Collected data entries
*** Begin section ***
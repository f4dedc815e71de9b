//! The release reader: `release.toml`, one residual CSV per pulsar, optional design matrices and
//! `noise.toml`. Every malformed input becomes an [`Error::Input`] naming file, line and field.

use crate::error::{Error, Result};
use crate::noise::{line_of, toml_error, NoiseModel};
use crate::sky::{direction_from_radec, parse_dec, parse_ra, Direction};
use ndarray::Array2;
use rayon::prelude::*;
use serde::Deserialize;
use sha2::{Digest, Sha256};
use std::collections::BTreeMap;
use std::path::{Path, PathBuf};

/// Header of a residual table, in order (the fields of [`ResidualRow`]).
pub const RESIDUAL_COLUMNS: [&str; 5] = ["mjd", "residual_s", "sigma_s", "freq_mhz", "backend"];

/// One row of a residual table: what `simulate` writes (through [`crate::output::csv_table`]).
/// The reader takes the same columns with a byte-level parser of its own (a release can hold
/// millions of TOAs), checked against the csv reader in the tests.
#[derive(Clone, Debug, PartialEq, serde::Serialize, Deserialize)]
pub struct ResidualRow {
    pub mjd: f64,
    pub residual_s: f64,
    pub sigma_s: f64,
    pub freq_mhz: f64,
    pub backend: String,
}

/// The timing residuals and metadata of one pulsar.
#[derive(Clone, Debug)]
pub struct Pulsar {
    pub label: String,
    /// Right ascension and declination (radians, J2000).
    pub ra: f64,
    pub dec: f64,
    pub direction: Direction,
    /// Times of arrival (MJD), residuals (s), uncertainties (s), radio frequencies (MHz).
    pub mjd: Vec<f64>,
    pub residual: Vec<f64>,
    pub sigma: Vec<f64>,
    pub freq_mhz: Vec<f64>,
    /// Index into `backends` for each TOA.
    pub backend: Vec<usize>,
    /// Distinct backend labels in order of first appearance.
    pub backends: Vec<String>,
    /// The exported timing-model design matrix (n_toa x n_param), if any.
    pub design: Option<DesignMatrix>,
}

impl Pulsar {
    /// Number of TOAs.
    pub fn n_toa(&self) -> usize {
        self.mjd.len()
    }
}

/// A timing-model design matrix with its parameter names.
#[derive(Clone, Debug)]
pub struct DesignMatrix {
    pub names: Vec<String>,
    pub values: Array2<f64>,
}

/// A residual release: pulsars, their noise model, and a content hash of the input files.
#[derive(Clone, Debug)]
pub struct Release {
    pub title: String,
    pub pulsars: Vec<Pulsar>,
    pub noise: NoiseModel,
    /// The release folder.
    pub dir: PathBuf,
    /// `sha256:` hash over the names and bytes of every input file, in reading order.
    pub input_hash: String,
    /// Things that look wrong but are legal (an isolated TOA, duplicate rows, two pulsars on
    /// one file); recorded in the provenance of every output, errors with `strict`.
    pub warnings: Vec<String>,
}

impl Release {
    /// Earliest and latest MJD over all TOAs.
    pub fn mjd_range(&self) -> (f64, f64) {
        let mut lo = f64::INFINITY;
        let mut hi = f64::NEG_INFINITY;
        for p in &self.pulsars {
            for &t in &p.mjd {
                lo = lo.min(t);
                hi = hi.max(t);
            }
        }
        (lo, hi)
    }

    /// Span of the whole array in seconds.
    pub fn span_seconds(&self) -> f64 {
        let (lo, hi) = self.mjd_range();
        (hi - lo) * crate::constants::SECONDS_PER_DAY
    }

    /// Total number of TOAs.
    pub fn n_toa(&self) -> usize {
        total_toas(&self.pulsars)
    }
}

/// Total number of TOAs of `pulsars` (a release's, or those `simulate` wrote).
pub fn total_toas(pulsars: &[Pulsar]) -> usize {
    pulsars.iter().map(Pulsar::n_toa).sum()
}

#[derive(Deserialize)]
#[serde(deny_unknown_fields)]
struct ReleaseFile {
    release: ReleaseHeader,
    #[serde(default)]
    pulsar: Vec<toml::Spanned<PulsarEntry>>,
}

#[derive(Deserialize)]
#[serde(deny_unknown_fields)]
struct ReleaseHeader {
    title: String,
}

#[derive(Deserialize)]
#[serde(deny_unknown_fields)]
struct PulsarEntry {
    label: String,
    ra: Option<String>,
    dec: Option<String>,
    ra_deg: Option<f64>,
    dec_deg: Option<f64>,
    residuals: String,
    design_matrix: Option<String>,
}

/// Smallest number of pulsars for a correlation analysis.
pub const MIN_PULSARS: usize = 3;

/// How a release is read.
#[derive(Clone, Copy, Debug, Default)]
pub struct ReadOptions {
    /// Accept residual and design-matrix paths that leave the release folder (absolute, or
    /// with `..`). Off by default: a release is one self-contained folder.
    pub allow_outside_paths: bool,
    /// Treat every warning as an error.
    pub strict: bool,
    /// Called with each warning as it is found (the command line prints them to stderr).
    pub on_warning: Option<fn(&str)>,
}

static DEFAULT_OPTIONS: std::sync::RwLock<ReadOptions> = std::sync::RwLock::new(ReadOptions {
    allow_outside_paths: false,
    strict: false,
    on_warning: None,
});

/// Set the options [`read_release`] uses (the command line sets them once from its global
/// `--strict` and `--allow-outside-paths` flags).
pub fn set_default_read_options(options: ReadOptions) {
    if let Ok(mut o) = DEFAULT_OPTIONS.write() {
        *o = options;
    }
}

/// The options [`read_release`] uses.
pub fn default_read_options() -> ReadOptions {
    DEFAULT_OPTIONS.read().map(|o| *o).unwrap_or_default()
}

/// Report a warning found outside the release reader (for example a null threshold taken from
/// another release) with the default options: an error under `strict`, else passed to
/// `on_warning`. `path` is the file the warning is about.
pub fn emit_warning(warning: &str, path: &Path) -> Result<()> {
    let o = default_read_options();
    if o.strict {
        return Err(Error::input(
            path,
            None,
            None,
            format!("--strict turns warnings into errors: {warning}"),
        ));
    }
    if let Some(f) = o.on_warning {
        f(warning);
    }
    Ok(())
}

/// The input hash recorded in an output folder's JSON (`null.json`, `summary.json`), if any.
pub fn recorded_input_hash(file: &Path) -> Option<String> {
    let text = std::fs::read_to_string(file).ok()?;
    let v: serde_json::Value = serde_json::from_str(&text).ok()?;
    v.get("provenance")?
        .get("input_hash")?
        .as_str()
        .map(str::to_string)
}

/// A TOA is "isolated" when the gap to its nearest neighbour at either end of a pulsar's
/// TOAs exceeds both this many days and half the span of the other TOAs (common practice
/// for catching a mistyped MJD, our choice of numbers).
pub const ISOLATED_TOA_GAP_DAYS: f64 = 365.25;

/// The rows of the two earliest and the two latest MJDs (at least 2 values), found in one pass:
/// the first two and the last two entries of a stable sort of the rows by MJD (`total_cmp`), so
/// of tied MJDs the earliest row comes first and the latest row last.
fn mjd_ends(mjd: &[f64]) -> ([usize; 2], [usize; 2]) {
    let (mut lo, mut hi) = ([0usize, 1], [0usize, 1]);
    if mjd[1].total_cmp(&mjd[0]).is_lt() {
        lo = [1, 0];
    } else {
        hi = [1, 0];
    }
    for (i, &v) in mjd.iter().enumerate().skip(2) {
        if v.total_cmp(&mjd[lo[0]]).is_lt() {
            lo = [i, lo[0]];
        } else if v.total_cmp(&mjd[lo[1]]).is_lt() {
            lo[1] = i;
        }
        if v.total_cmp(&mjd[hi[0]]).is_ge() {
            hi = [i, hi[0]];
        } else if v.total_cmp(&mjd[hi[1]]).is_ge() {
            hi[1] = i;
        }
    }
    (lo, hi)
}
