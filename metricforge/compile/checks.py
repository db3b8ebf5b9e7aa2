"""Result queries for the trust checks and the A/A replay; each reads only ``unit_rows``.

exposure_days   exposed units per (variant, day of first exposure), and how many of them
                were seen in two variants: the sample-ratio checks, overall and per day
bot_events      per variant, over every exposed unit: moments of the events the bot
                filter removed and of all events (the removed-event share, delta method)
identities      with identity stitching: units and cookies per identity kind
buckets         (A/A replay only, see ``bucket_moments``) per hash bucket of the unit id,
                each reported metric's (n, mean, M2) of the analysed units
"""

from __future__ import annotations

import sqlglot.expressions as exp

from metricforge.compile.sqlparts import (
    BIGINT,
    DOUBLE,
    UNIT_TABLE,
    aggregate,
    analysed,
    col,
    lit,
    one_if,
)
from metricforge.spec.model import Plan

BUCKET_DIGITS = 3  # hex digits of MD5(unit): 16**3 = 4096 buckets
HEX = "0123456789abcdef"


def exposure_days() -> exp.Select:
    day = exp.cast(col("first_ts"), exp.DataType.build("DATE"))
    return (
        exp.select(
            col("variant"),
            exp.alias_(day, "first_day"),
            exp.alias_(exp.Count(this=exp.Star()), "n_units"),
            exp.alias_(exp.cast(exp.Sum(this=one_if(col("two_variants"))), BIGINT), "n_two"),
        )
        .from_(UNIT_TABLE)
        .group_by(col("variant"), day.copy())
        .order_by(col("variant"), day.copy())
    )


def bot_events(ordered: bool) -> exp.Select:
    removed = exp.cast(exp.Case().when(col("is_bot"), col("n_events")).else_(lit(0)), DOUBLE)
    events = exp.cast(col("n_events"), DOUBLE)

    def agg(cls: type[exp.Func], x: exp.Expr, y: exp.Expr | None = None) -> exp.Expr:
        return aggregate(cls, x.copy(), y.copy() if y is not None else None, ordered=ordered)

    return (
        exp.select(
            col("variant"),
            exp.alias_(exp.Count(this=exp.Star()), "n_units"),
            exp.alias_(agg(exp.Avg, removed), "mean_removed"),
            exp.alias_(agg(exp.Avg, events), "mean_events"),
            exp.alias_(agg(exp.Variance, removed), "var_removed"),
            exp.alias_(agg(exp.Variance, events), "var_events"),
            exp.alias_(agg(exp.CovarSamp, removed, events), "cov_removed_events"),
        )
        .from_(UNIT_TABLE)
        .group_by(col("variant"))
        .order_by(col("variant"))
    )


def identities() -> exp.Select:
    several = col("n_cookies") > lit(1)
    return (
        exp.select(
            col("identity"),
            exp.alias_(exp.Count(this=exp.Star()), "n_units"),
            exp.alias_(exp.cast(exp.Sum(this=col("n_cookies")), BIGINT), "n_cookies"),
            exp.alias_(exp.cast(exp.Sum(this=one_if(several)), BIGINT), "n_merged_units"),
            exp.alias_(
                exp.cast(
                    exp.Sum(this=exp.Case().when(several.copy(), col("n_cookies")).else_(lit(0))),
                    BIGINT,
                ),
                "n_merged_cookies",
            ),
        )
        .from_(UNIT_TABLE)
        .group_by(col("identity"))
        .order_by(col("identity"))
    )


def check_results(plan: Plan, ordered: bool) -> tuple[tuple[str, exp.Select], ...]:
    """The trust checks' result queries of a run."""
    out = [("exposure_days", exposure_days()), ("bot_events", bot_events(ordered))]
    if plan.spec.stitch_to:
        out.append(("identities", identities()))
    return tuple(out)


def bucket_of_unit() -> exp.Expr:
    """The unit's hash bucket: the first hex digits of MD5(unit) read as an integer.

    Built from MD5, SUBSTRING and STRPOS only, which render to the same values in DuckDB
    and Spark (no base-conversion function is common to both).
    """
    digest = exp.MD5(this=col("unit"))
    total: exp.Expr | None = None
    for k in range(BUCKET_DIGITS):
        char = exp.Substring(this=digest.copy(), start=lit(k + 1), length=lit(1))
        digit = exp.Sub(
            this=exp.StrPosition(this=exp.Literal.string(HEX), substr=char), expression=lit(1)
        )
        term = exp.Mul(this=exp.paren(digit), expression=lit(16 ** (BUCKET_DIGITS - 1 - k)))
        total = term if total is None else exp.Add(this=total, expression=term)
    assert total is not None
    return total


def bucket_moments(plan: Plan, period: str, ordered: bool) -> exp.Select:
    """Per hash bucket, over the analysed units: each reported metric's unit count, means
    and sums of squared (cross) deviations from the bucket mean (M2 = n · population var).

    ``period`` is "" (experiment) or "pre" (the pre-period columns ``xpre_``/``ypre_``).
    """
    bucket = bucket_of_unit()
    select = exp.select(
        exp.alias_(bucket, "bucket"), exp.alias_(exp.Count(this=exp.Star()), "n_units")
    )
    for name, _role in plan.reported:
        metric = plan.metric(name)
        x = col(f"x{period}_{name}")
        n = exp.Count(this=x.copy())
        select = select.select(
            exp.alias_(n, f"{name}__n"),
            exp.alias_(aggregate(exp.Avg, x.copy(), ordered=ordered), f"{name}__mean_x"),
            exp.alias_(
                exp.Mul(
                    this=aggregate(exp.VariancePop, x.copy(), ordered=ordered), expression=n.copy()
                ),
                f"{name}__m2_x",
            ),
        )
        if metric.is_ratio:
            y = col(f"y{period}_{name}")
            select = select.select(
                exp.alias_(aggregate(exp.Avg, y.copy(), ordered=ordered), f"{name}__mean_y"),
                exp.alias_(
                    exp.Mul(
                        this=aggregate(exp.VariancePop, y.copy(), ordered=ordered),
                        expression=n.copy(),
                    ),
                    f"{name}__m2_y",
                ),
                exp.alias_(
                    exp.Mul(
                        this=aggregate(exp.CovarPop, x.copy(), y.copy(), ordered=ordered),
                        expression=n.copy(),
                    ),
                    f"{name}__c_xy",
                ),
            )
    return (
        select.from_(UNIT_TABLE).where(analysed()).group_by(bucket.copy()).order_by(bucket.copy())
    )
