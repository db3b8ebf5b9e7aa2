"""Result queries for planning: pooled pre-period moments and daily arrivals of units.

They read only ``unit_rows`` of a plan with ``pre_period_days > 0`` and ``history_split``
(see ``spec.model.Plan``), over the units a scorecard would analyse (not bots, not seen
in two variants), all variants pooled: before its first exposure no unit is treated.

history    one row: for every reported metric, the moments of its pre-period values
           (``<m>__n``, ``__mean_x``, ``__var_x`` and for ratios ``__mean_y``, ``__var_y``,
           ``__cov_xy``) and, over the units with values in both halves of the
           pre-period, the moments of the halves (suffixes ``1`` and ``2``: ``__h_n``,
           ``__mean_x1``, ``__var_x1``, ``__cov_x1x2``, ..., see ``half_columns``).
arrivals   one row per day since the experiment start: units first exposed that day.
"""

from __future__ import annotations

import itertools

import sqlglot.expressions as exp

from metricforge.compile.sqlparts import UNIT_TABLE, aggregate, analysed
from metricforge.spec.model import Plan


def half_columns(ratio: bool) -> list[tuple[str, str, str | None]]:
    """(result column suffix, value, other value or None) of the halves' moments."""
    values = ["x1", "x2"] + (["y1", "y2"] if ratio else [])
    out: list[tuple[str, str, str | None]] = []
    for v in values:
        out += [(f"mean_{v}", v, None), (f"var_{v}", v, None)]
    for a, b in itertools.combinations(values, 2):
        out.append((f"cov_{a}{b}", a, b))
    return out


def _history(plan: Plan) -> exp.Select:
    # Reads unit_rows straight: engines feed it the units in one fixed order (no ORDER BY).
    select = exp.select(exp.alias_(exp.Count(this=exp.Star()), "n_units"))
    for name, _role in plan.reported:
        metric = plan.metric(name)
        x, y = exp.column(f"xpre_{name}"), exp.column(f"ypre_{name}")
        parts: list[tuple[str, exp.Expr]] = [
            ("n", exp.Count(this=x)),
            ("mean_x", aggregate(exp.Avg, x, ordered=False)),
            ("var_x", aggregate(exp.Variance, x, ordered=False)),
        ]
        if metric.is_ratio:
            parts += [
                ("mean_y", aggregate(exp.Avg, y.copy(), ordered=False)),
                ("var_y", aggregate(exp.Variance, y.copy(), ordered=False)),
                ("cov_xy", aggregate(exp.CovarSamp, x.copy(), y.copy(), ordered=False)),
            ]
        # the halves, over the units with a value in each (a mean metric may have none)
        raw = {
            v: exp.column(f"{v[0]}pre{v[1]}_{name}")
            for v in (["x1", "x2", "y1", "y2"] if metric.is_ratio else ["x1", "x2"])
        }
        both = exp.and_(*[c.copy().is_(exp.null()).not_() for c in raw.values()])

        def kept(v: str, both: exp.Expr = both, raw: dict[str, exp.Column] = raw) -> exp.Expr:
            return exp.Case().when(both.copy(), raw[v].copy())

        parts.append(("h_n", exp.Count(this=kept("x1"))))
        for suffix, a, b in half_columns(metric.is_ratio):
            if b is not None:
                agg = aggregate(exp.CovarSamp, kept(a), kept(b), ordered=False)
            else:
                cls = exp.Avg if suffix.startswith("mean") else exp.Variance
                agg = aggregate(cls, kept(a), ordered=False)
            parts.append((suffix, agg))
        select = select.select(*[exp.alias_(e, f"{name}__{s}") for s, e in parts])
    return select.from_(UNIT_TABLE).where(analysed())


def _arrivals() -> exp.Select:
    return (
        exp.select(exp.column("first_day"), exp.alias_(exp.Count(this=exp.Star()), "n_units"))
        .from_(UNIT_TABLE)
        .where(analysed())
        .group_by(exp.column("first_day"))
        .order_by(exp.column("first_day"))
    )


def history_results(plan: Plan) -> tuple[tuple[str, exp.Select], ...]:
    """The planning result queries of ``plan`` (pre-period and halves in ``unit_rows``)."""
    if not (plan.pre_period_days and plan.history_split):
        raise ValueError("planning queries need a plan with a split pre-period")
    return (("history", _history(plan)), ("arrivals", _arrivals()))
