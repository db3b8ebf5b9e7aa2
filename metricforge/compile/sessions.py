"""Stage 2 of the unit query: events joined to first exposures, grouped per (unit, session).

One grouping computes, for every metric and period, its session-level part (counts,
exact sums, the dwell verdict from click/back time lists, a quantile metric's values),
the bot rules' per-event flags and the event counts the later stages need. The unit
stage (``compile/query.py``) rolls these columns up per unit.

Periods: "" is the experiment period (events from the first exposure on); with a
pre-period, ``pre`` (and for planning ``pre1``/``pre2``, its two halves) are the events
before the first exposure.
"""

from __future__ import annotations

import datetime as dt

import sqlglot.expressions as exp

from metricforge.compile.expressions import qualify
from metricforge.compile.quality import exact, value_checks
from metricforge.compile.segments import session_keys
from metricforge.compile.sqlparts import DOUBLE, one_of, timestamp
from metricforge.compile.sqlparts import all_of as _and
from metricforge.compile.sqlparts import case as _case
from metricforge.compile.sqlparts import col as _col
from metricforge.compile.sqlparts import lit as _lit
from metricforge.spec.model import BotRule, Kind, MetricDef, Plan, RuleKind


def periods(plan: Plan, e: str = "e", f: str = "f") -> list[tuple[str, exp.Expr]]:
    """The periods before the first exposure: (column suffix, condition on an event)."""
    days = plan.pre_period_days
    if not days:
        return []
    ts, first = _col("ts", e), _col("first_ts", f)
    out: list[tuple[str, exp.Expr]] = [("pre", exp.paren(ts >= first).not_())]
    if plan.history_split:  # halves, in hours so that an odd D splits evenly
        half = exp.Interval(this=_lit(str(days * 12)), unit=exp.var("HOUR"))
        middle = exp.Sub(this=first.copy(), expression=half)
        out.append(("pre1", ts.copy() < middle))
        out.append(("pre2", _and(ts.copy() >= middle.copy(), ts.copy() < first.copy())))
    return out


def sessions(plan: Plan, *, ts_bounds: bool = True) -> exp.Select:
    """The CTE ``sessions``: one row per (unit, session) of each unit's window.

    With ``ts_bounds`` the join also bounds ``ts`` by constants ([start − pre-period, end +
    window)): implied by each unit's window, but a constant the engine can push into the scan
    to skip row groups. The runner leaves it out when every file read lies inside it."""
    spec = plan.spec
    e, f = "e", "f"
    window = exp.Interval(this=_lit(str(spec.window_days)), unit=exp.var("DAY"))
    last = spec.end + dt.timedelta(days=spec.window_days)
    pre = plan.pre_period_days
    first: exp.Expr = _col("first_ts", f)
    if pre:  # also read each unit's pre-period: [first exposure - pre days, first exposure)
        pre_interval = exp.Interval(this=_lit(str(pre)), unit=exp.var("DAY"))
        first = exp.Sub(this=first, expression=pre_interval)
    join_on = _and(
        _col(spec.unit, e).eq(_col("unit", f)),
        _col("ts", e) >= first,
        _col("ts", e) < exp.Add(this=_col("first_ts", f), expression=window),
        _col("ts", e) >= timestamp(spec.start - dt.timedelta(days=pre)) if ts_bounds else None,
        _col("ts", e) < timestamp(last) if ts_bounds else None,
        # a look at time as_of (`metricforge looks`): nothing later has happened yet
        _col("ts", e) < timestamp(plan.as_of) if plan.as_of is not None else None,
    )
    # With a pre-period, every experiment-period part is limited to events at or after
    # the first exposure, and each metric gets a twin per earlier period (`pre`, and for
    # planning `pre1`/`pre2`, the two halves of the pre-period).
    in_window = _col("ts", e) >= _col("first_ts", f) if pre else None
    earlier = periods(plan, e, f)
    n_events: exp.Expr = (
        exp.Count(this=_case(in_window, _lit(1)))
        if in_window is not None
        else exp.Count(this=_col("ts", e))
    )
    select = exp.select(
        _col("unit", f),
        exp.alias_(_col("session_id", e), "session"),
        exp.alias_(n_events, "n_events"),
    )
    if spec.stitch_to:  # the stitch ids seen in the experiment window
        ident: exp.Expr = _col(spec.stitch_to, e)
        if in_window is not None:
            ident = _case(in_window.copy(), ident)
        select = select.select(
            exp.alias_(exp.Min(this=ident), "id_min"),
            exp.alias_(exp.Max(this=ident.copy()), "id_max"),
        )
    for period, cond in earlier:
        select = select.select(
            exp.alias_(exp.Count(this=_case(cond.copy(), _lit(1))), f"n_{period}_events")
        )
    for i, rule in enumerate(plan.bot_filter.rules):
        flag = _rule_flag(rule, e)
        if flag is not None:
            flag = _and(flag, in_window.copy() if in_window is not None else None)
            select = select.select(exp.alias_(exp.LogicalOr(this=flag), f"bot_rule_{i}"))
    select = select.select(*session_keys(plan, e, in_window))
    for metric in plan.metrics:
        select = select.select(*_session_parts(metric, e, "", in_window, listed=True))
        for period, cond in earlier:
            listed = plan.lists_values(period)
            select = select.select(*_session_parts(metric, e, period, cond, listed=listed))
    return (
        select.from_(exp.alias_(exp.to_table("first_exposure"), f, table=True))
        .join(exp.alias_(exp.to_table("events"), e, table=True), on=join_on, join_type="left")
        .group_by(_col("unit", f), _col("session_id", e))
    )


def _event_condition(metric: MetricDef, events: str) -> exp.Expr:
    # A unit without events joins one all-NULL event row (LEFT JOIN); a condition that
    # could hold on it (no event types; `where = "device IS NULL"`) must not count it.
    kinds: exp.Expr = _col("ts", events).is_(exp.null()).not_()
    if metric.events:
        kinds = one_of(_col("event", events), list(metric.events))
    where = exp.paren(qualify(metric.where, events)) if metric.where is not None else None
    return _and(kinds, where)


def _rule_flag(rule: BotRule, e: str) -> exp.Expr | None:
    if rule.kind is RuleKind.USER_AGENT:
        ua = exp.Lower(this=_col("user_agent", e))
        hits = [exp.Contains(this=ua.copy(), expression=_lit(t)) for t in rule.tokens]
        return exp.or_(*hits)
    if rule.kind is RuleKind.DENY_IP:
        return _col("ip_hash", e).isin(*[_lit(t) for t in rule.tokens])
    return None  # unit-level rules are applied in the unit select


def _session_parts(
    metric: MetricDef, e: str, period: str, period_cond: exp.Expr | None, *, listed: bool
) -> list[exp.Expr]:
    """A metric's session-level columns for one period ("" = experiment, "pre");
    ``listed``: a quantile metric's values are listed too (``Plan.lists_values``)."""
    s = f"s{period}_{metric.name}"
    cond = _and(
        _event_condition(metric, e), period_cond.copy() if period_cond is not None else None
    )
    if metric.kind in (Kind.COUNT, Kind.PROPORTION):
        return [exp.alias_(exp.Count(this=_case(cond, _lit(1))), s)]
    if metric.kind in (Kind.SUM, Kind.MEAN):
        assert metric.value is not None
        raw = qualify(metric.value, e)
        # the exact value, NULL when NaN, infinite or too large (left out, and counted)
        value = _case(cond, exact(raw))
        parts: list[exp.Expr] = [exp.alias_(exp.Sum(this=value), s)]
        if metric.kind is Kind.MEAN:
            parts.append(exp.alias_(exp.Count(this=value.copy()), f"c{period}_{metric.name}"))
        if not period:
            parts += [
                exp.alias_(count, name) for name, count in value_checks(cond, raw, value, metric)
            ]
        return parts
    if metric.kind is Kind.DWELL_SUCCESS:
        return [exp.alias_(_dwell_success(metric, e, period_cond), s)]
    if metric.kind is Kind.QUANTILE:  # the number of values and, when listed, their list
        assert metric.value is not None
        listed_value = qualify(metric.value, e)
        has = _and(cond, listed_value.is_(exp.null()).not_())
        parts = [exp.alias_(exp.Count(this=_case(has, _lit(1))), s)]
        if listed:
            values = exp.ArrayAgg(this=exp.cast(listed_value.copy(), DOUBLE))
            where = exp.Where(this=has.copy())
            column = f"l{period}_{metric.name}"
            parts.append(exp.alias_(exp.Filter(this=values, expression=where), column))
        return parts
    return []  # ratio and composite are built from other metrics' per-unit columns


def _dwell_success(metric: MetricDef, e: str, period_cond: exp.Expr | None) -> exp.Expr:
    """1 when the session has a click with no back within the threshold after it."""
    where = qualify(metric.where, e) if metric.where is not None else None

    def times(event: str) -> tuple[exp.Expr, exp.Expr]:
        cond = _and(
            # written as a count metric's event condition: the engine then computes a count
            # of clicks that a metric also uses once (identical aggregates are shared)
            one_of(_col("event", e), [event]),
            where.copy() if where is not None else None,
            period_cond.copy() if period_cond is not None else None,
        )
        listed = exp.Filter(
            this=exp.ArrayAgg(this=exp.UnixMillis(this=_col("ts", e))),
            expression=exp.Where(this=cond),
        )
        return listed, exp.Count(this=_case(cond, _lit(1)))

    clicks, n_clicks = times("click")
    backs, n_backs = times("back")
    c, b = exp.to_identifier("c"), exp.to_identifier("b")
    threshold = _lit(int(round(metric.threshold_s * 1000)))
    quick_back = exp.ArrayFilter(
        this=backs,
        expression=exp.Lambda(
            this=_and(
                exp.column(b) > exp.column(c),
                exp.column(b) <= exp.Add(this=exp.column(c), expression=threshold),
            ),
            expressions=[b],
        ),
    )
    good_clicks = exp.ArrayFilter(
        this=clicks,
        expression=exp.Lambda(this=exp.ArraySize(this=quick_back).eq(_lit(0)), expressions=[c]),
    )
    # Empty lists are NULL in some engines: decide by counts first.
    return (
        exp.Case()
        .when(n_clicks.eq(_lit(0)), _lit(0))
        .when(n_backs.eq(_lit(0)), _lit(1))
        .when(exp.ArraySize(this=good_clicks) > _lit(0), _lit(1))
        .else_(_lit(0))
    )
*** End section ***
• _Directions_
Gather every line from the entries above where the word "PulsarEntry" appears, and copy them.

• _Written answer_
    pulsar: Vec<toml::Spanned<PulsarEntry>>,
struct PulsarEntry {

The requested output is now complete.